Savaş eğilimin, savunma sanayiinden/silah tüccarlığından beslenen para babalarının iştahını artırdığı, bu bakımdan bu sanayiin savaş eğilimlerini beslediği ve kışkırttığı, başka bir gerçek!
Sözün kısası insanlık/Dünya, felaketin eşiğinde! Özellikle nükleer silahların kullanılacağı bir savaşı düşünmek bile insanı çıldırtmaya yeter. Gerçi caydırıcılık gücüne dayanarak bir nükleer savaşın asla olmayacağını söyleyenler de var ama gelişmeler, böyle bir olasılığı devre dışı bıraktırmıyor.
Baksanıza Putin, Rusya tehlikeye girerse nükleer silah kullanırım diyebiliyor. Üstelik ikide bir tehditler/füzeler savuran, Kuzey Kore’nin insana “deli mi ne” dedirten diktatörünü de yanına almış. Hem de üçüncü kuşak bir diktatör! Dedesi Kuzey Kore’nin diktatörü idi. Yerine babası geçti, babasından sonra da kendisi! Erkek çocuğu olmadığı için onun yerine kızı ya da kardeşi geçecek deniyor. Ve bu, insana “deli mi ne” dedirten diktatör, nükleer silahlara da sahip!

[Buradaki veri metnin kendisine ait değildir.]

package propagation

import (
	"errors"
	"fmt"
	"math"
	"strconv"
	"strings"

	"slantwise/orbit/unit"
)

// CellError says what is wrong with a row of a batch.
type CellError struct {
	Line   int    // of the file, 1 is the header
	Column string // empty where no single column is at fault
	Err    error
}

// Error returns "line 7: column frequency_ghz: …".
func (e *CellError) Error() string {
	if e.Column == "" {
		return fmt.Sprintf("line %d: %v", e.Line, e.Err)
	}
	return fmt.Sprintf("line %d: column %s: %v", e.Line, e.Column, e.Err)
}

// Unwrap returns the cause.
func (e *CellError) Unwrap() error { return e.Err }

// batchRow reads the cells of one row; the first bad one is kept.
type batchRow struct {
	b     *Batch
	line  int
	cells []string
	bad   *CellError
	notes notes
}

// Row evaluates a row of the table. line is its number in the file. The results have
// 12 significant digits. Errors are *CellError.
func (b *Batch) Row(line int, cells []string) ([]string, error) {
	if len(cells) != len(b.header) {
		return nil, &CellError{Line: line, Err: fmt.Errorf("%d cells where the header has %d columns", len(cells), len(b.header))}
	}
	r := &batchRow{b: b, line: line, cells: cells}
	for _, c := range b.needed {
		r.number(c)
	}
	if r.bad != nil {
		return nil, r.bad
	}
	out := make([]float64, len(b.model.results))
	err := b.model.evaluate(b, r, out)
	if r.bad != nil {
		return nil, r.bad
	}
	if err != nil {
		return nil, r.fault(err)
	}
	b.warnings.add(line, r.notes)
	results := make([]string, len(out))
	for i, v := range out {
		if math.IsNaN(v) || math.IsInf(v, 0) {
			return nil, &CellError{Line: line, Err: fmt.Errorf("%s: the formula has no finite value for this row", b.model.results[i])}
		}
		results[i] = strconv.FormatFloat(v, 'g', 12, 64)
	}
	return results, nil
}

// number reads a cell of a column that the table has.
func (r *batchRow) number(column string) float64 {
	text := strings.TrimSpace(r.cells[r.b.column[column]])
	v, err := strconv.ParseFloat(text, 64)
	switch {
	case text == "":
		r.fail(column, errors.New("the cell is empty; give a number"))
	case err != nil, math.IsNaN(v), math.IsInf(v, 0), strings.ContainsAny(text, "_xX"): // Go's own spellings are no decimal numbers
		r.fail(column, fmt.Errorf("%q is not a finite number; give one with a decimal point", text))
	}
	return v
}

func (r *batchRow) fail(column string, err error) {
	if r.bad == nil {
		r.bad = &CellError{r.line, column, err}
	}
}

// fault turns a model's error into a CellError, with the needed column that holds the
// refused value; among several of that value the one named most like the quantity.
func (r *batchRow) fault(err error) error {
	var cell *CellError
	if errors.As(err, &cell) {
		return cell
	}
	var refused *unit.RangeError
	best, column := -1, ""
	if errors.As(err, &refused) {
		for _, c := range r.b.needed {
			if likeness := alike(c, refused.Quantity); r.number(c) == refused.Value && likeness > best {
				best, column = likeness, c
			}
		}
	}
	return &CellError{r.line, column, err}
}

// alike counts the words of a quantity whose beginnings stand in a column's name.
func alike(column, quantity string) (n int) {
	for _, word := range strings.Fields(quantity) {
		if strings.Contains(column, word[:min(len(word), 6)]) {
			n++
		}
	}
	return n
}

Tilkiye tavuk kümesini emanet etme hikâyesi!

***

Tarih, dünyanın/insanlığın yok oluşuna bu kadar yaklaşıldığını hiç yazmamıştı. Bu kez yazma olasılığı çok çok yüksek!
İnsanlık, bastığı dalı kesmek üzere! Savaşın, bu teknoloji çağında boomerang olarak işlevleşeceğinin ayırımında bile değil! 
Çıldıran yalnız insanlar değil, Tanrılar da çıldırmış olmalı!